His sensors detected only kzin.
He was moving in on the system using the same careful plan that he had extracted from Lieutenant Argamentine's mind, the same maneuver she had been using to close in on a hostile Alpha Centauri.
They jumped in, one light-day closer. It took Long-Reach half an hour to phase in the motor for that jump and fifteen minutes to arc through hyperspace.
W'kkai! Trainer-of-Slaves was already dream-seeing his noble household. He saw the stone walls. There would be a vast Jotok Run out back, bigger than the whole Run on Hssin had ever been. He had some nice little bungalows in mind for the man-slaves. They'd need a common dormitory, too. Monkeys were communal animals.

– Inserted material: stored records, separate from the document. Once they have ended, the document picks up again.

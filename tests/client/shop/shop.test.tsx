import { screen, waitFor, within } from '@testing-library/react';
import userEvent from '@testing-library/user-event';
import { afterEach, beforeEach, expect, test, vi } from 'vitest';
import { type Lists, type Shop, shopApi } from '#shared/contracts/shop.ts';
import type { Role } from '#shared/vocabulary.ts';
import { ShopPage } from '../../../src/pages/shop.tsx';
import { buildSession, fakeServer, idOf, on, Refusal, signedIn } from '../../support/fake-server.ts';
import { showPage } from '../../support/show-page.tsx';

afterEach(() => vi.unstubAllGlobals());

const word = (letter: string, name: string, position: number) => ({
  id: idOf(letter),
  name,
  position,
  isRetired: false,
  version: 1,
});

let shop: Shop;
let lists: Lists;
beforeEach(() => {
  shop = {
    id: idOf('s'),
    name: 'Whitlock Rebuilds',
    currency: 'USD',
    locale: 'en-US',
    timeZone: 'America/Chicago',
    yearStartMonth: 1,
    wantedCentsPerHour: null,
    isDemo: false,
    fixedToday: null,
    version: 1,
  };
  lists = {
    classes: [word('a', 'small car', 0), word('b', 'SUV', 1), word('c', 'pickup', 2)],
    damages: [word('e', 'hail', 0)],
    categories: [
      { ...word('f', 'parts', 0), isPaidLabor: false },
      { ...word('g', 'wages', 1), isPaidLabor: true },
    ],
    workers: [{ id: idOf('w'), name: 'Tess Moran', isPaid: false, userId: null, isRetired: false, version: 1 }],
  };
});

const stale = () => new Refusal({ status: 412, detail: 'Someone changed this meanwhile.' });

/** `meanwhile` is what someone else makes of the shop just before the first change lands. */
function serve(role: Role = 'owner', meanwhile: Partial<Shop> | null = null) {
  return fakeServer([
    signedIn(buildSession(role)),
    on(shopApi.get, () => shop),
    on(shopApi.lists, () => lists),
    on(shopApi.update, ({ body, version }) => {
      if (meanwhile) shop = { ...shop, ...meanwhile, version: shop.version + 1 };
      meanwhile = null;
      if (version !== shop.version) throw stale();
      const change = Object.fromEntries(Object.entries(body).filter(([, value]) => value !== undefined));
      shop = { ...shop, ...change, version: shop.version + 1 };
      return shop;
    }),
    on(shopApi.addItem, ({ params, body }) => {
      const detail = 'This name is taken.';
      if (lists[params.kind].some(({ name }) => name === body.name))
        throw new Refusal({ status: 409, detail, errors: [{ pointer: '/name', detail }] });
      const item = { ...word('n', body.name, 9), isPaidLabor: false };
      lists = { ...lists, [params.kind]: [...lists[params.kind], item] };
      return item;
    }),
    on(shopApi.changeItem, ({ params: { kind, itemId }, body, version }) => {
      const before = lists[kind].find(({ id }) => id === itemId);
      if (!before || before.version !== version) throw stale();
      const { position, ...rest } = body;
      const after = { ...before, ...(rest as object), version: before.version + 1 };
      const others = lists[kind].filter(({ id }) => id !== itemId);
      const order = others.toSpliced(position ?? before.position, 0, after);
      lists = { ...lists, [kind]: order.map((item, at) => ({ ...item, position: at })) };
      return after;
    }),
    on(shopApi.addWorker, ({ body }) => {
      const worker = { id: idOf('v'), ...body, userId: null, isRetired: false, version: 1 };
      lists = { ...lists, workers: [...lists.workers, worker] };
      return worker;
    }),
    on(shopApi.changeWorker, ({ params, body }) => {
      const before = lists.workers.find(({ id }) => id === params.workerId);
      if (!before) throw new Refusal({ status: 404, detail: 'There is no such thing in this shop.' });
      const after = { ...before, ...(body as object), version: before.version + 1 };
      lists = { ...lists, workers: lists.workers.map((one) => (one.id === after.id ? after : one)) };
      return after;
    }),
  ]);
}

const classes = async () => {
  const list = await screen.findByRole('list', { name: 'Vehicle classes in use' });
  return within(list)
    .getAllByRole('listitem')
    .map((item) => item.firstChild?.textContent);
};

test('sends only what was changed, says so, and takes it back on Undo', async () => {
  const { asked } = serve();
  showPage(<ShopPage />);
  const pay = await screen.findByLabelText('Wanted pay per hour');
  expect(screen.getByText(/Per hour is counted on unpaid hours/)).toBeInTheDocument();
  await userEvent.type(pay, '32.5');
  await userEvent.selectOptions(screen.getByLabelText('The year starts in'), 'July');
  await userEvent.click(screen.getByRole('button', { name: 'Save the shop' }));
  expect(await screen.findByText('Shop saved')).toBeInTheDocument();
  expect(asked).toEqual([`PATCH /api/shop ${JSON.stringify({ yearStartMonth: 7, wantedCentsPerHour: 3250 })}`]);
  await userEvent.click(screen.getByRole('button', { name: 'Undo' }));
  await waitFor(() => expect(screen.getByLabelText('The year starts in')).toHaveValue('1'));
  expect(shop).toMatchObject({ yearStartMonth: 1, wantedCentsPerHour: null, version: 3 });
});

test('a new way of writing numbers shows in the amounts of the form', async () => {
  shop = { ...shop, wantedCentsPerHour: 3250 };
  serve();
  showPage(<ShopPage />);
  const pay = await screen.findByLabelText('Wanted pay per hour');
  expect(pay).toHaveValue('32.50');
  await userEvent.selectOptions(screen.getByLabelText('How numbers are written'), 'de-DE');
  await userEvent.click(screen.getByRole('button', { name: 'Save the shop' }));
  await waitFor(() => expect(pay).toHaveValue('32,50'));
  expect(shop).toMatchObject({ locale: 'de-DE', wantedCentsPerHour: 3250 });
});

test('an amount that cannot be read is said at its field and stays there', async () => {
  const { asked } = serve();
  showPage(<ShopPage />);
  const pay = await screen.findByLabelText('Wanted pay per hour');
  await userEvent.type(pay, 'plenty');
  await userEvent.click(screen.getByRole('button', { name: 'Save the shop' }));
  await waitFor(() => expect(pay).toHaveAccessibleDescription(/“plenty” cannot be read as an amount/));
  expect(pay).toHaveValue('plenty');
  expect(asked).toEqual([]);
});

test('when someone saved first, both versions stand side by side; theirs can be kept', async () => {
  serve('owner', { name: 'Whitlock & Sons' });
  showPage(<ShopPage />);
  const name = await screen.findByLabelText('Name');
  await userEvent.clear(name);
  await userEvent.type(name, 'Whitlock & Daughters');
  await userEvent.click(screen.getByRole('button', { name: 'Save the shop' }));
  const dialog = await screen.findByRole('dialog', { name: /Someone changed the shop/ });
  expect(within(dialog).getByRole('row', { name: 'Name Whitlock & Sons Whitlock & Daughters' })).toBeInTheDocument();
  await userEvent.click(within(dialog).getByRole('button', { name: 'Keep what is there' }));
  await waitFor(() => expect(name).toHaveValue('Whitlock & Sons'));
  expect(shop.name).toBe('Whitlock & Sons');
});

test('when someone saved first, mine can be saved over it', async () => {
  serve('owner', { yearStartMonth: 4 });
  showPage(<ShopPage />);
  await userEvent.selectOptions(await screen.findByLabelText('The year starts in'), 'July');
  await userEvent.click(screen.getByRole('button', { name: 'Save the shop' }));
  const dialog = await screen.findByRole('dialog');
  expect(within(dialog).getByRole('row', { name: 'The year starts in April July' })).toBeInTheDocument();
  await userEvent.click(within(dialog).getByRole('button', { name: 'Save mine over it' }));
  await waitFor(() => expect(shop.yearStartMonth).toBe(7));
});

test('a word is renamed in place; a name that is taken is said at the field', async () => {
  serve();
  showPage(<ShopPage />);
  await userEvent.click(await screen.findByRole('button', { name: 'Rename SUV' }));
  const field = screen.getByLabelText('New name of SUV');
  expect(field).toHaveFocus();
  await userEvent.keyboard('crossover{Enter}');
  await waitFor(async () => expect(await classes()).toEqual(['small car', 'crossover', 'pickup']));
  await userEvent.type(screen.getByLabelText('New class'), 'pickup{Enter}');
  await waitFor(() => expect(screen.getByLabelText('New class')).toHaveAccessibleDescription('This name is taken.'));
  expect(screen.getByLabelText('New class')).toHaveValue('pickup');
});

test('Escape leaves a name as it was and goes back to its button', async () => {
  const { asked } = serve();
  showPage(<ShopPage />);
  await userEvent.click(await screen.findByRole('button', { name: 'Rename SUV' }));
  await userEvent.keyboard('crossover{Escape}');
  await waitFor(() => expect(screen.getByRole('button', { name: 'Rename SUV' })).toHaveFocus());
  expect(asked).toEqual([]);
});

test('a word moves by its buttons, which keep the focus; at the end they do nothing', async () => {
  const { asked } = serve();
  showPage(<ShopPage />);
  const down = await screen.findByRole('button', { name: 'Move small car down' });
  await userEvent.click(down);
  await waitFor(async () => expect(await classes()).toEqual(['SUV', 'small car', 'pickup']));
  await waitFor(() => expect(screen.getByRole('button', { name: 'Move small car down' })).toHaveFocus());
  await userEvent.keyboard('{Enter}');
  await waitFor(async () => expect(await classes()).toEqual(['SUV', 'pickup', 'small car']));
  const before = asked.length;
  await userEvent.keyboard('{Enter}');
  expect(asked).toHaveLength(before);
});

test('a retired word leaves the list, comes back on Undo, or later from among the retired', async () => {
  serve();
  showPage(<ShopPage />);
  await userEvent.click(await screen.findByRole('button', { name: 'Retire SUV' }));
  await waitFor(async () => expect(await classes()).toEqual(['small car', 'pickup']));
  await userEvent.click(
    within((await screen.findByText('SUV retired')).closest('[role=dialog]') as HTMLElement).getByText('Undo'),
  );
  await waitFor(async () => expect(await classes()).toEqual(['small car', 'SUV', 'pickup']));
  await userEvent.click(screen.getByRole('button', { name: 'Retire pickup' }));
  await userEvent.click(await screen.findByText('Retired (1)'));
  await userEvent.click(screen.getByRole('button', { name: 'Bring pickup back' }));
  await waitFor(async () => expect(await classes()).toEqual(['small car', 'SUV', 'pickup']));
});

test('shows which category is paid labor', async () => {
  serve();
  showPage(<ShopPage />);
  const list = await screen.findByRole('list', { name: 'Categories in use' });
  const [parts, wages] = within(list).getAllByRole('listitem');
  expect(parts).not.toHaveTextContent('Wages for hours');
  expect(wages).toHaveTextContent('Wages for hours on a rebuild');
});

test('a bookkeeper adds workers and says who is paid, and only reads the rest', async () => {
  serve('bookkeeper');
  showPage(<ShopPage />);
  expect(await screen.findByText('Only an owner changes this.')).toBeInTheDocument();
  expect(screen.queryByRole('button', { name: 'Save the shop' })).not.toBeInTheDocument();
  const list = await screen.findByRole('list', { name: 'Workers in use' });
  expect(screen.queryByRole('button', { name: 'Rename SUV' })).not.toBeInTheDocument();
  await userEvent.type(screen.getByLabelText("New worker's name"), 'Ike Boone');
  await userEvent.click(screen.getByRole('checkbox', { name: 'Paid' }));
  await userEvent.click(screen.getByRole('button', { name: 'Add' }));
  expect(await within(list).findByText('Ike Boone')).toBeInTheDocument();
  await userEvent.click(screen.getByRole('button', { name: 'Make unpaid: Ike Boone' }));
  expect(await screen.findByRole('button', { name: 'Make paid: Ike Boone' })).toBeInTheDocument();
});

test('an accountant reads; a mechanic is told whom to ask', async () => {
  serve('accountant');
  const page = showPage(<ShopPage />);
  expect(await screen.findByText('not said')).toBeInTheDocument();
  expect(await screen.findByText('Tess Moran')).toBeInTheDocument();
  expect(screen.queryByRole('button')).not.toBeInTheDocument();
  page.unmount();
  serve('mechanic');
  showPage(<ShopPage />);
  expect(await screen.findByText(/Your role here is mechanic/)).toBeInTheDocument();
});
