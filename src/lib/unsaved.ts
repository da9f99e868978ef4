import { useEffect } from 'react';

const open = new Set<symbol>();

/** While `isUnsaved`, this part of the page holds something typed that would be gone if the page were left. */
export function useUnsaved(isUnsaved: boolean): void {
  useEffect(() => {
    if (!isUnsaved) return;
    const one = Symbol('unsaved');
    open.add(one);
    return () => void open.delete(one);
  }, [isUnsaved]);
}

/** Does any part of the page hold something typed and not saved? */
export function hasUnsaved(): boolean {
  return open.size > 0;
}
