import type { ApiProblem } from './api-problem.ts';

type Listener = (problem: ApiProblem) => void;

const listeners = new Set<Listener>();

/** Tells the frame of a problem that stands above any one page: a session that ended, another shop. */
export function reportProblem(problem: ApiProblem): void {
  for (const listener of listeners) listener(problem);
}

/** Listens until the returned function is called. */
export function watchProblems(listener: Listener): () => void {
  listeners.add(listener);
  return () => {
    listeners.delete(listener);
  };
}

export const isSessionEnded = (problem: ApiProblem) => problem.status === 401;
export const isOtherShop = (problem: ApiProblem) => problem.type === '/problems/other-shop';
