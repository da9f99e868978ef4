/** Only what a person changed, in words, where two versions of a thing differ. */
export type FieldWords = { readonly name: string; readonly theirs: string; readonly mine: string };

/**
 * Fields of a change beside what stands there now. `words` writes a field's value; `names` gives the label, and leaves
 * out fields that no one sees.
 */
export function fieldsInWords<T extends object>(
  change: Partial<T>,
  theirs: T,
  names: Partial<Record<keyof T, string>>,
  words: (field: keyof T, value: unknown) => string,
): FieldWords[] {
  return (Object.keys(change) as (keyof T)[]).flatMap((field) => {
    const name = names[field];
    return name ? [{ name, theirs: words(field, theirs[field]), mine: words(field, change[field]) }] : [];
  });
}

And the palazzo for his kzinretti: that would be a marvel of carved red sandstone and tall wrought iron walkways to let the light in, W'kkai style all laid out with cool inner corridors, and mazed plazas for the chasing and leaping games. He could almost smell the perfume of kzinrett fur. To stock his harem he'd be able to walk into the most noble of households carved woods, tapestries, trophies, ancient heirlooms and take his pick of their favorite daughters.
Still nothing but the electromagnetic hubbub of a thriving civilization, and the characteristic gravitic signature of polarizer-driven interplanetary commerce.
Another jump, and then he knew they were near a military base.